FP pipelines on Intel's Haswell core
Author:  Date: 2014-10-17 09:19
Agner wrote:

* There are two execution units for floating point multiplication and for fused multiply-and-add, but only one execution unit for floating point addition. This design appears to be suboptimal since floating point code typically contains more additions than multiplications.

McCalpin's Comments:
0. Definitely agree on the (typical) excess of FP Add over FP multiply operations. The ratios are mostly between 1:1 and 2:1, depending on the application area. I usually assume 1.5:1 in architectural analyses (while keeping in mind that this is a "fuzzy" estimate).
1. Of course one can always expand an FP Add into an FMA to run in the other pipeline. You need a YMM register to hold the dummy "1.0" multiplier values, but in principle it would not be difficult to teach a compiler this trick, along with suitable cost metrics to decide when to employ it.
2. Given the 3-cycle latency of FP Add and the 5-cycle latency of both FP Multiply and FP Fused-Multiply-Add, it seems reasonable to speculate that Intel only wanted to add the extra complexity of an "early out" mechanism on one execution port (Port 1). With no need to change the latency, it is trivial to support an isolated Multiply on either Multiply-Add pipeline. Also note that the other FP execution port (Port 0) is already burdened with the logic for FP divides, which is fairly extensive.

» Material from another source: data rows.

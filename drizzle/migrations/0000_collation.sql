-- Names compare exactly, trailing spaces and letter case included; every table made later inherits this.
ALTER DATABASE CHARACTER SET utf8mb4 COLLATE utf8mb4_nopad_bin;
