import { sameOklch } from './color-arithmetic.ts'
import { editFaults, modelFaults } from './model-faults.ts'
import { createModelGraph, type ModelGraph } from './model-graph.ts'
import type { DerivedState, ModelFault, PairModel, SystemModel } from './model.ts'
import {
  type ResolvedCell,
  type ResolvedSystem,
  type ResolvedToken,
  STATE_COUNT,
} from './resolved.ts'
import { spanFaults } from './theme-faults.ts'
import { lightOf } from './token-light.ts'
import { TokenRows } from './token-rows.ts'
import { namedTokens } from './value-edges.ts'
import { passValues } from './value-pass.ts'

/** A resolved model, or every reason why it cannot be resolved. */
export type Resolution =
  | { readonly ok: true; readonly resolved: ResolvedSystem }
  | { readonly ok: false; readonly faults: readonly ModelFault[] }

type Row = readonly (ResolvedCell | undefined)[]

/** Faults that leave no order in which themes could be computed. */
function barsThePass(fault: ModelFault): boolean {
  return fault.code === 'theme-cycle'
}

function spansOf(graph: ModelGraph, rows: readonly (Row | undefined)[]): ModelFault[] {
  return graph.model.themes.flatMap((theme, position) => {
    const ground = rows[graph.grounds[position]!]?.[position * STATE_COUNT]
    const ink = rows[graph.inks[position]!]?.[position * STATE_COUNT]
    return ground && ink ? spanFaults(theme, ground.color.rendered, ink.color.rendered) : []
  })
}

/** A row without gaps: what a token does not list holds rest's cell. */
function completeRow(row: Row): readonly ResolvedCell[] {
  return row.map((cell, offset) => cell ?? row[offset - (offset % STATE_COUNT)]!)
}

function toResolvedToken(graph: ModelGraph, position: number, row: Row): ResolvedToken {
  const cells = completeRow(row)
  return {
    token: graph.model.tokens[position]!,
    states: ['rest', ...graph.statesAt(position)],
    cells,
    light: lightOf(cells),
  }
}

/** A full pass computes every token, so none is asked for. */
function noKnownRow(token: number): never {
  throw new TypeError(`Token at ${token} is not computed`)
}

/**
 * Computes every token in every theme and state; a system without a theme yet has no value.
 * @returns the values with their provenance, or all faults of the model at once
 */
export function resolveSystem(model: SystemModel): Resolution {
  const graph = createModelGraph(model)
  const faults = modelFaults(graph)
  if (faults.some(barsThePass)) return { ok: false, faults }
  const all = model.tokens.map((_, position) => position)
  const pass = passValues(graph, all, noKnownRow)
  faults.push(...pass.faults, ...spansOf(graph, pass.rows))
  if (faults.length > 0) return { ok: false, faults }
  const { themeAt: themes, tokenAt: positions } = graph
  const rows = pass.rows.map((row, position) => toResolvedToken(graph, position, row!))
  const tokens = new TokenRows(positions, rows)
  return { ok: true, resolved: { model, themes, positions, tokens } }
}

/** By token id, the tokens whose values or rules name it. Ground and ink, which all depend on, are left out. */
export function dependentsOf(resolved: ResolvedSystem): Map<string, readonly string[]> {
  const graph = createModelGraph(resolved.model)
  const dependents = new Map<string, string[]>()
  for (const [position, token] of resolved.model.tokens.entries()) {
    for (const named of namedTokens(graph, token, position)) {
      const known = dependents.get(named)
      if (known) known.push(token.id)
      else dependents.set(named, [token.id])
    }
  }
  return dependents
}

/** Keeps the previous colour objects where a value came out the same, so that nothing is measured again for it. */
function keepSameColors(token: ResolvedToken, before: ResolvedToken): ResolvedToken {
  const cells = token.cells.map((cell, offset) => {
    const previous = before.cells[offset]!
    const isSame = sameOklch(cell.color.oklch, previous.color.oklch)
    return isSame ? { ...cell, color: previous.color } : cell
  })
  return { ...token, cells }
}

/** What a re-check computes again. */
export interface AgainTasks {
  /** Ids of all tokens whose value can have moved, removed ones too; no theme's ground or ink is among them. */
  readonly tokens: ReadonlySet<string>
  /** Pairs whose references can have gone. */
  readonly pairs: readonly PairModel[]
  /** Whether the model has the same tokens in the same order. */
  readonly hasSameTokens: boolean
}

/**
 * Computes some tokens again over a system that is resolved already; the rest is shared with it.
 * @returns undefined where the edited model has a fault, for the full pass to find them all
 */
export function resolveAgain(
  previous: ResolvedSystem,
  model: SystemModel,
  again: AgainTasks,
): ResolvedSystem | undefined {
  const knownAt = (position: number) => {
    const { id } = model.tokens[position]!
    return again.tokens.has(id) ? undefined : previous.tokens.get(id)
  }
  const graph = createModelGraph(model, {
    ...(again.hasSameTokens ? { tokenAt: previous.positions } : {}),
    statesAt: (position) => knownAt(position)?.states.slice(1) as DerivedState[] | undefined,
  })
  const positions = [...again.tokens]
    .map((id) => graph.tokenAt.get(id))
    .filter((position) => position !== undefined)
    .sort((a, b) => a - b)
  const touched = positions.map((position) => model.tokens[position]!)
  if (editFaults(graph, { tokens: touched, pairs: again.pairs }).length > 0) return undefined
  const pass = passValues(graph, positions, (position) => knownAt(position)!.cells)
  if (pass.faults.length > 0) return undefined
  const rows = again.hasSameTokens
    ? [...previous.tokens.rows]
    : model.tokens.map(({ id }) => previous.tokens.get(id)!) // What is new is filled in below.
  for (const [at, position] of positions.entries()) {
    const resolved = toResolvedToken(graph, position, pass.rows[position]!)
    const before = previous.tokens.get(touched[at]!.id)
    rows[position] = before ? keepSameColors(resolved, before) : resolved
  }
  const tokens = new TokenRows(graph.tokenAt, rows)
  return { model, themes: graph.themeAt, positions: graph.tokenAt, tokens }
}
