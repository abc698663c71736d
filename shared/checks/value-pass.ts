import { isRoleUnset, type ModelGraph, stateAt } from './model-graph.ts'
import { type ModelFault, STATES } from './model.ts'
import { type ResolvedCell, STATE_COUNT } from './resolved.ts'
import { createSharedProvenance } from './shared-provenance.ts'
import { type LargestStep, largestStep } from './state-rule.ts'
import { computeValue, type ValuePass } from './value-computation.ts'
import { edgesOf, type ValuePlace } from './value-edges.ts'
import { planValue, type ValuePlan } from './value-plan.ts'

/** Aliases followed one after another, at most. */
export const ALIAS_LIMIT = 32

const UNSEEN = 0
const OPEN = 1
const DONE = 2

/** A walk over the nodes: what is open is the path from a root to where it stands. */
interface Walk extends ValuePass {
  readonly rows: ((ResolvedCell | undefined)[] | undefined)[]
  /** Nodes a token. */
  readonly width: number
  /** By token position: 1 + its place among those that are computed, 0 for any other. */
  readonly slots: Int32Array
  /** By slot and offset. */
  readonly progress: Uint8Array
  /** By slot. */
  readonly largest: (LargestStep | undefined)[]
  /** The path from a root to where the walk stands, and the plans of those of its nodes that are open. */
  readonly stack: number[]
  readonly plans: (ValuePlan | undefined)[]
  readonly faults: ModelFault[]
  readonly reported: Set<string>
}

function placeOf(walk: Walk, node: number): ValuePlace {
  const { graph } = walk
  const row = Math.floor(node / STATE_COUNT)
  const themes = graph.parents.length
  const token = Math.floor(row / themes)
  const state = STATES[node % STATE_COUNT]!
  return { node, token, theme: row % themes, state, largest: walk.largest[walk.slots[token]!] }
}

/** Where the progress of a node is kept; below 0 for one that is known already. */
function progressAt(walk: Walk, node: number): number {
  const offset = node % walk.width
  return (walk.slots[(node - offset) / walk.width]! - 1) * walk.width + offset
}

/** Reports a cycle once, whatever the themes and states it appears in. */
function reportCycle(walk: Walk, back: number): void {
  const { model } = walk.graph
  const open = walk.stack.filter((node) => walk.progress[progressAt(walk, node)] === OPEN)
  const places = [...open.slice(open.indexOf(back)), back].map((node) => placeOf(walk, node))
  // A theme that computes its ground from its ground has not set it: that is a fault of its own.
  if (places.some((place) => place.state === 'rest' && isRoleUnset(walk.graph, place))) return
  const names = places.map(({ token }) => model.tokens[token]!.name)
  const key = [...new Set(names)].sort().join('\n')
  if (walk.reported.has(key)) return
  walk.reported.add(key)
  const [first] = places
  const theme = model.themes[first!.theme]!
  walk.faults.push({
    code: 'reference-cycle',
    detail: `Values refer to each other in theme ${theme.key}: ${names.join(' → ')}`,
    token: model.tokens[first!.token]!.id,
    theme: theme.id,
    state: first!.state,
  })
}

function reportDepth(walk: Walk, place: ValuePlace): void {
  const { model } = walk.graph
  const token = model.tokens[place.token]!
  const key = `depth ${token.id}`
  if (walk.reported.has(key)) return
  walk.reported.add(key)
  walk.faults.push({
    code: 'alias-depth',
    detail: `${token.name} follows more than ${ALIAS_LIMIT} aliases, one after another`,
    token: token.id,
    theme: model.themes[place.theme]!.id,
    state: place.state,
  })
}

function push(walk: Walk, node: number): void {
  walk.stack.push(node)
  walk.plans.push(undefined)
}

/** Opens the node on top: plans it and puts what it needs above it. */
function openNode(walk: Walk, place: ValuePlace): void {
  const { graph, progress } = walk
  const plan = planValue(graph, graph.model.tokens[place.token]!, place)
  walk.plans[walk.plans.length - 1] = plan
  progress[progressAt(walk, place.node)] = OPEN
  for (const needed of edgesOf(graph, plan, place)) {
    if (needed < 0) continue
    const at = progressAt(walk, needed)
    if (at < 0 || progress[at] === DONE) continue
    if (progress[at] === OPEN) reportCycle(walk, needed)
    else push(walk, needed)
  }
}

/** Takes the node on top away: all that it needs is there. */
function closeNode(walk: Walk, place: ValuePlace): void {
  const plan = walk.plans.pop()!
  walk.stack.pop()
  const cell = computeValue(walk, plan, place)
  walk.progress[progressAt(walk, place.node)] = DONE
  walk.rows[place.token]![place.node % walk.width] = cell
  if (cell !== undefined && cell.aliasDepth > ALIAS_LIMIT) reportDepth(walk, place)
}

function walkFrom(walk: Walk, root: number): void {
  const { stack, plans, progress } = walk
  push(walk, root)
  while (stack.length > 0) {
    const node = stack.at(-1)!
    const done = progress[progressAt(walk, node)]
    if (done === DONE) {
      stack.pop()
      plans.pop()
    } else {
      const place = placeOf(walk, node)
      if (done === UNSEEN) openNode(walk, place)
      if (stack.at(-1) === node) closeNode(walk, place)
    }
  }
}

/** Nodes of a token in the order of themes and states. */
function nodesOf(graph: ModelGraph, token: number): number[] {
  const first = token * graph.parents.length * STATE_COUNT
  const offsets = [0, ...graph.statesAt(token).map(stateAt)]
  return graph.parents.flatMap((_, theme) =>
    offsets.map((offset) => first + theme * STATE_COUNT + offset),
  )
}

function createWalk(
  graph: ModelGraph,
  asked: readonly number[],
  knownRow: ValuePass['knownRow'],
): Walk {
  const width = graph.parents.length * STATE_COUNT
  const tokens = graph.model.tokens.length
  const slots = new Int32Array(tokens)
  for (const [at, token] of asked.entries()) slots[token] = at + 1
  return {
    graph,
    rows: new Array(tokens),
    knownRow,
    width,
    directions: new Map(),
    shared: createSharedProvenance(),
    slots,
    progress: new Uint8Array(asked.length * width),
    largest: new Array(asked.length + 1),
    stack: [],
    plans: [],
    faults: [],
    reported: new Set(),
  }
}

/**
 * Computes the values of some tokens in one topological pass, without recursion.
 * @param tokens positions
 * @param knownRow cells of any other token, read where one is needed
 * @returns rows by position, for the tokens asked for
 */
export function passValues(
  graph: ModelGraph,
  tokens: readonly number[],
  knownRow: ValuePass['knownRow'],
): { readonly rows: ValuePass['rows']; readonly faults: readonly ModelFault[] } {
  const walk = createWalk(graph, tokens, knownRow)
  for (const token of tokens) {
    const model = graph.model.tokens[token]!
    walk.rows[token] = new Array(walk.width).fill(undefined)
    walk.largest[walk.slots[token]!] = largestStep(graph.statesAt(token), (state) =>
      graph.rules.stateRuleOf(model, state),
    )
  }
  for (const token of tokens) {
    for (const node of nodesOf(graph, token)) {
      if (walk.progress[progressAt(walk, node)] === UNSEEN) walkFrom(walk, node)
    }
  }
  return { rows: walk.rows, faults: walk.faults }
}
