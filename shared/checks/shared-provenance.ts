import { stateAt } from './model-graph.ts'
import type { Provenance, StepTaken } from './provenance.ts'
import type { MergedStateRule, MergedThemeRule } from './rule-scopes.ts'

type FromState = Extract<Provenance, { from: 'state-rule' }>
type FromTheme = Extract<Provenance, { from: 'theme-rule' }>

/** Provenances of one pass: most values of a system follow from few rules, and what says the same is one object. */
export interface SharedProvenance {
  readonly byState: Map<MergedStateRule, FromState[]>
  readonly byTheme: Map<MergedThemeRule, FromTheme[]>
}

/** Starts with nothing to share. */
export function createSharedProvenance(): SharedProvenance {
  return { byState: new Map(), byTheme: new Map() }
}

const SIDES = ['preferred', 'opposite', 'roomier'] as const

/** The step of a rule in a state as a small number; what it is taken from is left out. */
function stepAt({ state, step, alphaStep }: FromState): number {
  const taken = step ? 1 + SIDES.indexOf(step.side) * 2 + (step.moved === 'lighter' ? 0 : 1) : 0
  const marks = (step?.clamped ? 1 : 0) + (alphaStep === undefined ? 0 : 2)
  return (stateAt(state) * 7 + taken) * 4 + marks
}

function isSameAim(first: StepTaken | undefined, second: StepTaken | undefined): boolean {
  return first?.reference === second?.reference && first?.direction === second?.direction
}

/** The provenance itself, or the one before it that says the same of a rule. */
export function sharedByState(
  shared: SharedProvenance,
  rule: MergedStateRule,
  provenance: FromState,
): FromState {
  let known = shared.byState.get(rule)
  if (known === undefined) {
    known = []
    shared.byState.set(rule, known)
  }
  const at = stepAt(provenance)
  known[at] ??= provenance
  return isSameAim(known[at].step, provenance.step) ? known[at] : provenance
}

/** The provenance itself, or the one before it that says the same of a rule; what falls short speaks for itself. */
export function sharedByTheme(
  shared: SharedProvenance,
  rule: MergedThemeRule,
  provenance: FromTheme,
): FromTheme {
  if (provenance.short !== undefined) return provenance
  let known = shared.byTheme.get(rule)
  if (known === undefined) {
    known = []
    shared.byTheme.set(rule, known)
  }
  const before = known.find(({ theme }) => theme === provenance.theme)
  if (before === undefined) known.push(provenance)
  return before ?? provenance
}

On a related note, the latency and throughput numbers for FP divide on various Intel processors suggest that 128-bit FP divide operations perform two 64-bit divides in parallel. (Presumably taking the same number of iterative steps on both values, even if one could have an "early out".) For AVX on Sandy Bridge, Ivy Bridge, and Haswell the reciprocal throughput for the 256-bit FP divide instructions is twice the value for the 128-bit FP divide instructions. This suggests that only one 128-bit "lane" of the FP unit on Port 0 actually supports FP division, and that 256-bit FP operations are performed internally as a sequence of two 128-bit (2-way parallel) FP divide instructions. You show this in the instruction tables as 1 uop on Port 0 for 128-bit FP divide and 2 uops on Port 0 for 256-bit divide, but I had not seen anyone comment specifically on the absence of FP divide throughput speedup on AVX before, so I thought I would bring it up.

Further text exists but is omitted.